As speaker after speaker made plain integrated reporting helps companies demonstrate the authenticity and agility that investors want. Investors want to feel what is being communicated is authentic so that they can trust management and information included in the annual report. They want to see clear targets and if targets are not met or mistakes are made, then companies can admit them and change, explaining what they have done as a result. Investors want to see the agility that means that the business model can respond to change

Chairing the business network meeting, Veronica Poole, Deloitte’s UK National Head of Accounting and Corporate Reporting, likened the annual report to the facade of a building. The business itself is behind the façade. It is not enough to just tell a nicely connected story. That story needs to represent what happens in that building itself. And what needs to happen there is integrated thinking. That is what differentiates integrated reporting. In a truly integrated world integrated reporting is an output of integrated thinking and behaviour.

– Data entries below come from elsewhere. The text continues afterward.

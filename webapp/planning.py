"""Turns what is stored into the solver's day problem, and the solver's answer into records."""

from __future__ import annotations

import datetime as dt
import time
import zoneinfo
from dataclasses import dataclass

from solver.clock import format_clock, format_windows
from solver.day import BreakRule, DayProblem, DayRules, Visit
from solver.day_exact import plan_day, quote_extra_visit
from solver.distances import build_travel_matrix
from solver.errors import Infeasible

from . import clients, drives, plans, settings
from .errors import FieldErrors
from .fields import Checker, is_id
from .locations import read_location

__all__ = ["SolveInput", "gather", "read_start", "solve", "quote", "now_min"]


@dataclass(frozen=True)
class SolveInput:
    """A day problem for the solver, and the same facts as JSON to keep beside the result."""

    problem: DayProblem
    inputs: dict
    time_limit_s: float
    candidate_node: int | None = None


@dataclass(frozen=True)
class Start:
    """Where the plan begins: home, a client, or a position the rep gave."""

    label: str
    client_id: int | None = None
    lat: float | None = None
    lon: float | None = None
    at_home: bool = False


def now_min(conn) -> int:
    """The laptop's clock in the rep's time zone, minutes after midnight."""
    zone = zoneinfo.ZoneInfo(settings.load(conn)["time_zone"])
    now = dt.datetime.now(zone)
    return now.hour * 60 + now.minute


def read_start(conn, body: dict) -> tuple[Start, int | None, bool]:
    """The re-plan fields: ``from`` (home, a client id, or a position), ``now``, ``break_taken``."""
    check = Checker(body)
    where = body.get("from", "home")
    start = None
    if where == "home":
        start = Start(label=settings.load(conn)["home_label"], at_home=True)
    elif is_id(where):
        client = clients.get(conn, where, field="from")
        start = Start(label=client["name"], client_id=where, lat=client["location"]["lat"],
                      lon=client["location"]["lon"])
    else:
        pos = read_location(check, "from", where)
        if pos is not None:
            start = Start(label="where you are", lat=pos.lat, lon=pos.lon)
    minute = check.clock("now") if "now" in body else None
    taken = check.boolean("break_taken") if "break_taken" in body else False
    check.done()
    return start, minute, bool(taken)


def gather(conn, date: dt.date, *, kind: str, start: Start | None = None,
           start_min: int | None = None, break_taken: bool = False,
           candidate_id: int | None = None) -> SolveInput:
    """Snapshot settings, the chosen clients, their hours that weekday and the rep's drives."""
    row = settings.load(conn)
    if row["home_lat"] is None:
        raise FieldErrors.one("home", "home is not set; enter it under Settings first")
    day_choices = plans.choices(conn, date)
    if kind == "day":
        plans.ensure_not_started(day_choices)
    check = Checker()
    for c in day_choices:
        if c["closed"]:
            check.fail("client_ids", f"{c['name']!r} is closed on {date.strftime('%A')}s; "
                       "take it off this day", c["client_id"])
        elif not c["active"]:
            check.fail("client_ids", f"{c['name']!r} is not active; take it off this day",
                       c["client_id"])
    done_ids = {c["client_id"] for c in day_choices if c["done"]}
    chosen = list(day_choices)
    if candidate_id is not None:
        if any(c["client_id"] == candidate_id for c in chosen):
            check.fail("client_id", "this client is already in the day", candidate_id)
        client = clients.get(conn, candidate_id, field="client_id")
        hours = clients.windows_on(conn, [candidate_id], date.weekday())[candidate_id]
        if not client["active"]:
            check.fail("client_id", f"client {client['name']!r} is not active", candidate_id)
        elif hours is None:
            check.fail("client_id", f"client {client['name']!r} is closed on "
                       f"{date.strftime('%A')}s", candidate_id)
        chosen.append({"client_id": candidate_id, "name": client["name"],
                       "visit_min": client["visit_min"], "lat": client["location"]["lat"],
                       "lon": client["location"]["lon"], "windows": hours or (), "done": None})
    start = start or Start(label=row["home_label"], at_home=True)
    chosen_ids = {c["client_id"] for c in chosen}
    if start.client_id in chosen_ids and start.client_id not in done_ids:
        check.fail("from", f"{start.label!r} is not marked done; mark it done first, or "
                   "re-plan from another place", start.client_id)
    check.done()

    # Node 0 is home, node k the k-th chosen client, and a start elsewhere gets the last row.
    places = [(None, row["home_lat"], row["home_lon"])]
    places += [(c["client_id"], c["lat"], c["lon"]) for c in chosen]
    node_of = {c["client_id"]: k for k, c in enumerate(chosen, start=1)}
    if start.at_home:
        start_node = 0
    elif start.client_id in node_of:
        start_node = node_of[start.client_id]
    else:
        # A typed position has no stored drives; "here" matches no drive entry.
        places.append((start.client_id or "here", start.lat, start.lon))
        start_node = len(places) - 1
    entered = drives.overrides_for(conn, [p[0] for p in places])
    matrix = build_travel_matrix([(p[1], p[2]) for p in places], mode=row["distance_mode"],
                                 detour_factor=row["detour_factor"],
                                 speed_kmh=row["speed_kmh"], overrides=entered)
    brk = None
    if row["break_min"]:
        brk = BreakRule(row["break_min"], row["break_from_min"], row["break_until_min"])
    rules = DayRules(start_min=row["day_start_min"], end_min=row["day_end_min"],
                     objective=row["objective"], break_rule=brk)
    visits = tuple(Visit(c["name"], float(c["visit_min"]), tuple(c["windows"])) for c in chosen)
    todo = tuple(node_of[c["client_id"]] for c in chosen
                 if c["client_id"] not in done_ids and c["client_id"] != candidate_id
                 and node_of[c["client_id"]] != start_node)
    begin = row["day_start_min"] if start_min is None else start_min
    problem = DayProblem(km=matrix.km, minutes=matrix.minutes, visits=visits, rules=rules,
                         start_node=start_node, start_min=begin, todo=todo,
                         break_taken=break_taken)
    inputs = {
        "kind": kind,
        "date": date.isoformat(),
        "settings": settings.as_json(row),
        "rules": {"start": format_clock(rules.start_min), "end": format_clock(rules.end_min),
                  "objective": rules.objective,
                  "break": None if brk is None else {"min": brk.duration_min,
                                                     "from": format_clock(brk.earliest_min),
                                                     "until": format_clock(brk.latest_min)}},
        "places": [{"node": k, "client_id": key if isinstance(key, int) else None,
                    "lat": lat, "lon": lon} for k, (key, lat, lon) in enumerate(places)],
        "visits": [{"node": node_of[c["client_id"]], "client_id": c["client_id"],
                    "name": c["name"], "service_min": c["visit_min"],
                    "windows": format_windows(c["windows"])} for c in chosen],
        "start": {"node": start_node, "label": start.label, "client_id": start.client_id,
                  "at_home": start.at_home, "min": begin, "clock": format_clock(begin),
                  "lat": places[start_node][1], "lon": places[start_node][2]},
        "todo": list(todo),
        "done": [{"client_id": c["client_id"], **c["done"]} for c in chosen if c["done"]],
        "break_taken": break_taken,
        "matrix": {"km": matrix.km.tolist(), "minutes": matrix.minutes.tolist(),
                   "user_entered_km": matrix.user_entered_km.tolist(),
                   "user_entered_minutes": matrix.user_entered_minutes.tolist()},
    }
    if candidate_id is not None:
        inputs["candidate"] = {"client_id": candidate_id, "node": node_of[candidate_id]}
    return SolveInput(problem=problem, inputs=inputs, time_limit_s=float(row["time_limit_s"]),
                      candidate_node=node_of.get(candidate_id))


def solve(job: SolveInput) -> dict:
    """Run the exact day solver; an infeasible day is an answer too, with its explanation."""
    started = time.perf_counter()
    try:
        plan = plan_day(job.problem, time_limit_s=job.time_limit_s)
    except Infeasible as why:
        return {"plan": None, "explanation": why.explanation or {"summary": str(why)},
                "seconds": time.perf_counter() - started}
    return {"plan": plan.as_dict(), "seconds": time.perf_counter() - started}


def quote(job: SolveInput) -> dict:
    """The cost of adding the candidate to the rest of the day: estimate, then proven figure."""
    started = time.perf_counter()
    try:
        base = plan_day(job.problem, time_limit_s=job.time_limit_s / 2)
    except Infeasible as why:
        return {"fits_now": False, "explanation": why.explanation,
                "seconds": time.perf_counter() - started}
    result = quote_extra_visit(job.problem, base, job.candidate_node,
                               time_limit_s=job.time_limit_s / 2)
    return {"fits_now": True, "base": {"return": format_clock(base.return_min),
                                       "total_km": base.total_km,
                                       "proven_optimal": base.proven_optimal},
            **result, "seconds": time.perf_counter() - started}
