"""Reading request bodies field by field, collecting every mistake before answering."""

from __future__ import annotations

import datetime as dt
import math
import re

from flask import request
from werkzeug.exceptions import NotFound
from werkzeug.routing import IntegerConverter

from solver.clock import parse_clock
from solver.errors import InvalidInput

from .errors import FieldErrors

__all__ = ["Checker", "json_object", "parse_date", "is_id", "MAX_ID"]

_DATE = re.compile(r"\d{4}-\d{2}-\d{2}")
MAX_ID = 2**63 - 1  # SQLite's INTEGER PRIMARY KEY is a signed 64-bit number
_SKIP = object()


def json_object(*, allowed: set[str] | None = None) -> dict:
    """The request body as a JSON object, or a 400 saying what it is instead."""
    try:
        body = request.get_json(silent=True)
    except RecursionError:  # json gives up on very deep nesting with this, not ValueError
        body = None
    if body is None:
        raise FieldErrors.one("body", "the request body must be a JSON object "
                              "(Content-Type: application/json)", status=400)
    if not isinstance(body, dict):
        raise FieldErrors.one("body", f"the request body is a JSON {type(body).__name__}; "
                              "expected an object", status=400)
    if allowed is not None:
        unknown = sorted(set(body) - allowed)
        if unknown:
            raise FieldErrors([{"field": k, "message": f"unknown field {k!r}; expected one of "
                                f"{', '.join(sorted(allowed))}", "value": None} for k in unknown],
                              status=400)
    return body


def parse_date(text: object, *, field: str = "date") -> dt.date:
    """A strict ISO calendar date 'YYYY-MM-DD'."""
    if not isinstance(text, str) or not _DATE.fullmatch(text):
        raise InvalidInput(f"{field} {text!r} is not a date; expected YYYY-MM-DD such as "
                           "2026-03-02", field=field, value=text)
    try:
        return dt.date.fromisoformat(text)
    except ValueError:
        raise InvalidInput(f"{field} {text!r} is not a day of the calendar", field=field,
                           value=text) from None


class IdConverter(IntegerConverter):
    """A row id in a URL; a number no row can have (0, or beyond SQLite's range) is a 404."""

    def to_python(self, value: str) -> int:
        number = super().to_python(value)
        if not 1 <= number <= MAX_ID:
            raise NotFound()
        return number


def is_id(value) -> bool:
    """A value that can name a stored row: a whole number SQLite can hold, not true/false."""
    return isinstance(value, int) and not isinstance(value, bool) and 1 <= value <= MAX_ID


class Checker:
    """Runs one check per field and keeps every failure, so one reply names them all."""

    def __init__(self, body: dict | None = None):
        self.body = body if body is not None else {}
        self.errors: list[dict] = []

    def fail(self, field: str, message: str, value=None) -> None:
        self.errors.append({"field": field, "message": message, "value": value})

    def run(self, name: str, check, /, *args, **kwargs):
        """``check(*args, **kwargs)``; an InvalidInput is recorded under its field or ``name``."""
        try:
            return check(*args, **kwargs)
        except InvalidInput as exc:
            self.fail(exc.field or name, str(exc), _plain(exc.value))
            return _SKIP
        except OverflowError:  # a whole number too large to become a float
            self.fail(name, f"{name} holds a number too large to use")
            return _SKIP

    def done(self) -> None:
        if self.errors:
            raise FieldErrors(self.errors)

    def has(self, field: str) -> bool:
        return field in self.body

    # Typed readers: each returns the value, or records the failure and returns None.

    def text(self, field: str, *, max_len: int, required: bool = False, value=_SKIP):
        value = self.body.get(field) if value is _SKIP else value
        if value is None and not required:
            return ""
        if not isinstance(value, str):
            self.fail(field, f"{field} must be text; got {_kind(value)}", _plain(value))
            return None
        value = value.strip()
        try:
            value.encode("utf-8")
        except UnicodeEncodeError:  # JSON allows lone surrogates; text cannot hold them
            self.fail(field, f"{field} holds characters that are not valid text")
            return None
        if required and not value:
            self.fail(field, f"{field} must not be empty", value)
            return None
        if len(value) > max_len:
            self.fail(field, f"{field} has {len(value)} characters; at most {max_len} fit",
                      value[:40])
            return None
        if any(ord(c) < 32 and c not in "\n\t" for c in value):
            self.fail(field, f"{field} holds control characters", value[:40])
            return None
        return value

    def number(self, field: str, *, low: float, high: float, integer: bool = False,
               low_open: bool = False, value=_SKIP, unit: str = ""):
        value = self.body.get(field) if value is _SKIP else value
        unit_text = f" {unit}" if unit else ""
        kind = "a whole number" if integer else "a number"
        low_text = f"more than {low:g}" if low_open else f"{low:g}"
        expected = (f"{kind} above {low:g} and at most {high:g}{unit_text}" if low_open
                    else f"{kind} in {low_text}..{high:g}{unit_text}")
        if isinstance(value, bool) or not isinstance(value, int | float):
            self.fail(field, f"{field} is {_kind(value)}; expected {expected}", _plain(value))
            return None
        if isinstance(value, float) and not math.isfinite(value) or (
                integer and value != int(value)):
            self.fail(field, f"{field} is {value!r}; expected {expected}", _plain(value))
            return None
        too_low = value <= low if low_open else value < low
        if too_low or value > high:
            self.fail(field, f"{field} is {value!r}; expected {expected}", value)
            return None
        return int(value) if integer else float(value)

    def boolean(self, field: str, value=_SKIP):
        value = self.body.get(field) if value is _SKIP else value
        if not isinstance(value, bool):
            self.fail(field, f"{field} is {_kind(value)}; expected true or false", _plain(value))
            return None
        return value

    def clock(self, field: str, value=_SKIP):
        value = self.body.get(field) if value is _SKIP else value
        result = self.run(field, parse_clock, value, field=field)
        return None if result is _SKIP else result

    def choice(self, field: str, options, value=_SKIP):
        value = self.body.get(field) if value is _SKIP else value
        if not isinstance(value, str) or value not in options:
            self.fail(field, f"{field} is {_plain(value)!r}; expected one of "
                      f"{', '.join(options)}", _plain(value))
            return None
        return value


def _kind(value) -> str:
    if value is None:
        return "missing or null"
    names = {bool: "true/false", int: "a number", float: "a number", str: "text",
             list: "a list", dict: "an object"}
    return f"{names.get(type(value), type(value).__name__)} {_plain(value)!r}"


def _plain(value):
    if value is None or isinstance(value, bool | int | str):
        return value if not isinstance(value, str) else value[:80]
    if isinstance(value, float):
        return value if math.isfinite(value) else repr(value)
    if isinstance(value, list | tuple | dict):
        return repr(value)[:80]
    return repr(value)[:80]


SKIP = _SKIP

And this theme came across strongly from business participants. They talked about how the process of bringing people together from all the different parts and disciplines within a business and enabling them to challenge each other brought about a much greater internal understanding of the realities and possibilities which go into forming a corporate strategy. It allowed questions of how the business creates value to be debated and answered right across their particular business spectrum. And this created a forum in which mistakes could be admitted and change instituted. All this in turn was seen to benefit the organisation through thinking differently, thinking in a connected way: better information, better understanding, and greater coherence of strategy.

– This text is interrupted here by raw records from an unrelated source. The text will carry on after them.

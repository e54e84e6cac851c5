"""Leaflet and jQuery served from their pip packages, so map pages never need the internet.

Mount with ``app.register_blueprint(vendor_bp)``: files appear under ``/vendor/leaflet/`` and
``/vendor/jquery/``. A request whose ``v`` query equals the package version may be cached for a
year (the URL changes when the package does); any other request is cached for a day.
"""

from __future__ import annotations

import xstatic.pkg.jquery as xstatic_jquery
import xstatic.pkg.leaflet as xstatic_leaflet
from flask import Blueprint, request, send_from_directory

__all__ = [
    "vendor_bp",
    "LEAFLET_DIR",
    "JQUERY_DIR",
    "LEAFLET_VERSION",
    "JQUERY_VERSION",
    "vendor_asset_urls",
]

LEAFLET_DIR = xstatic_leaflet.BASE_DIR
JQUERY_DIR = xstatic_jquery.BASE_DIR
LEAFLET_VERSION = xstatic_leaflet.VERSION
JQUERY_VERSION = xstatic_jquery.VERSION

VERSIONED_MAX_AGE_S = 365 * 24 * 3600  # one year: common practice for versioned assets
UNVERSIONED_MAX_AGE_S = 24 * 3600  # one day, then revalidated by ETag (RFC 9110 §13.1.2)

# Files a map page loads: the scripts and sheet, and the images leaflet.css points at.
_LEAFLET_FILES = (
    "leaflet.js",
    "leaflet.css",
    "images/layers.png",
    "images/layers-2x.png",
    "images/marker-icon.png",
    "images/marker-icon-2x.png",
    "images/marker-shadow.png",
)
_JQUERY_FILES = ("jquery.min.js",)

vendor_bp = Blueprint("vendor", __name__, url_prefix="/vendor")


def vendor_asset_urls(asset_base: str = "/vendor") -> list[str]:
    """Every vendor URL a map page may load, for a service worker to pre-cache."""
    base = asset_base.rstrip("/")
    return [f"{base}/leaflet/{name}?v={LEAFLET_VERSION}" for name in _LEAFLET_FILES] + [
        f"{base}/jquery/{name}?v={JQUERY_VERSION}" for name in _JQUERY_FILES
    ]


def _send(directory: str, path: str, version: str):
    """One packaged file; ``send_from_directory`` answers 404 for anything outside it."""
    versioned = request.args.get("v") == version
    max_age_s = VERSIONED_MAX_AGE_S if versioned else UNVERSIONED_MAX_AGE_S
    response = send_from_directory(directory, path, max_age=max_age_s)
    response.cache_control.public = True
    if versioned:
        response.cache_control.immutable = True
    return response


@vendor_bp.get("/leaflet/<path:path>")
def leaflet_file(path: str):
    """A file of the xstatic-leaflet package."""
    return _send(LEAFLET_DIR, path, LEAFLET_VERSION)


@vendor_bp.get("/jquery/<path:path>")
def jquery_file(path: str):
    """A file of the xstatic-jquery package."""
    return _send(JQUERY_DIR, path, JQUERY_VERSION)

Participants talked of how conversations could flow through the organisations. Integrated reporting improved data for management and board decisions. But it worked right across an organisation. If the conversation created by integrated reporting moves from executives to the board and is then transferred into public statements it becomes a powerful tool to communicate. For example, there was better employee understanding of how they contribute to achieving the business strategy. But once again the benefits were not just communication.  There was huge value in having CFOs and CEOs looking at broader non-financial data. Bringing non-financial data and information onto the board’s agenda helps them understand how agile and sustainable their business is in the long-term.

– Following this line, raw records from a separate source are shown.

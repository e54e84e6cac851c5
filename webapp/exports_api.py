"""Download a planned day (iCalendar, GPX, CSV) or a week (iCalendar) from the stored plans."""

from __future__ import annotations

from flask import Blueprint, Response, request

from . import plan_exports
from .db import get_db
from .errors import FieldErrors
from .fields import Checker, parse_date

__all__ = ["exports_bp", "CALENDAR_OPTIONS", "MAX_ALARM_MIN"]

exports_bp = Blueprint("exports_api", __name__, url_prefix="/api")

CALENDAR_OPTIONS = {"travel", "alarm"}
MAX_ALARM_MIN = 24 * 60  # solver.ical_export accepts 0..1440 minutes
_YES_NO = {"1": True, "true": True, "0": False, "false": False}


def _options(allowed: set[str]) -> tuple[bool, int | None]:
    """``travel`` (1/0, true/false) and ``alarm`` (whole minutes) from the query string."""
    unknown = sorted(set(request.args) - allowed)
    if unknown:
        hint = (f"expected one of {', '.join(sorted(allowed))}" if allowed
                else "this file takes no options")
        raise FieldErrors([{"field": k, "message": f"unknown option {k!r}; {hint}",
                            "value": request.args.get(k)} for k in unknown], status=400)
    check = Checker()
    travel_text = request.args.get("travel", "0")
    travel = _YES_NO.get(travel_text.lower())
    if travel is None:
        check.fail("travel", f"travel {travel_text!r} must be 1 or 0", travel_text[:40])
    alarm_text = request.args.get("alarm")
    alarm = None
    if alarm_text is not None:
        if alarm_text.isascii() and alarm_text.isdigit() and int(alarm_text) <= MAX_ALARM_MIN:
            alarm = int(alarm_text)
        else:
            check.fail("alarm", f"alarm {alarm_text!r} must be whole minutes 0..{MAX_ALARM_MIN} "
                       "before leaving", alarm_text[:40])
    check.done()
    return bool(travel), alarm


def _send(export: plan_exports.ExportFile) -> Response:
    # The file name is built from a checked date only: digits, dashes and the extension.
    response = Response(export.data, content_type=export.content_type)
    response.headers["Content-Disposition"] = f'attachment; filename="{export.filename}"'
    response.headers["Cache-Control"] = "no-store"  # every export reflects the plan right now
    response.headers["X-Content-Type-Options"] = "nosniff"
    return response


@exports_bp.get("/days/<date_text>/export.ics")
def day_calendar(date_text: str):
    """The day as an iCalendar file; re-exports keep UIDs, raise SEQUENCE, cancel dropped ones."""
    date = parse_date(date_text)
    travel, alarm = _options(CALENDAR_OPTIONS)
    return _send(plan_exports.day_file(get_db(), date, "ics", include_travel=travel,
                                       alarm_min=alarm))


@exports_bp.get("/days/<date_text>/export.gpx")
def day_route(date_text: str):
    """The day's loop as GPX 1.1: visits as waypoints, the loop as a route."""
    date = parse_date(date_text)
    _options(set())
    return _send(plan_exports.day_file(get_db(), date, "gpx"))


@exports_bp.get("/days/<date_text>/export.csv")
def day_table(date_text: str):
    """The day's stops as a CSV table, home first and last."""
    date = parse_date(date_text)
    _options(set())
    return _send(plan_exports.day_file(get_db(), date, "csv"))


@exports_bp.get("/weeks/<date_text>/export.ics")
def week_calendar(date_text: str):
    """Every planned day of the week starting on this Monday, in one calendar file."""
    monday = plan_exports.week_monday(parse_date(date_text))
    travel, alarm = _options(CALENDAR_OPTIONS)
    return _send(plan_exports.week_file(get_db(), monday, include_travel=travel,
                                        alarm_min=alarm))
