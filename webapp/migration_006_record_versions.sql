-- Migration step 6: a version number on each client and on the settings, raised by every
-- change, so a phone and the laptop editing at once cannot overwrite each other unseen: a
-- change that names the version it was made from is refused (409) once that is out of date.
ALTER TABLE clients ADD COLUMN version INTEGER NOT NULL DEFAULT 1 CHECK (version >= 1);
ALTER TABLE settings ADD COLUMN version INTEGER NOT NULL DEFAULT 1 CHECK (version >= 1);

It was later pointed out how important the chairman of the organisation was in this process. With CEOs and CFOs having a life expectancy in post of between three and four years the engagement of the chairman in active support of integrated reporting was seen as vital to the embedding of the process. It was back to the old mantra of tone from the top.

The question of assurance and the credibility of information created under integrated reporting was also raised. There was a natural desire for assurance but companies were holding back. Integrated reporting is still at a point in its development where no one wanted a hard and fast regulatory process to stifle development. The feeling was that for integrated reporting to be successful the process should be market-led, more innovation rather than standardisation.

Participants felt that many challenges remained. There was the question of materiality and how to address the clutter in financial statements, the current lack of rigour around the definition of non-financial KPIs, and the danger of inconsistency of definition year-on-year leading to data becoming meaningless and, of course, the nervousness around forward-looking information.

But overall the message was one of enthusiasm and momentum.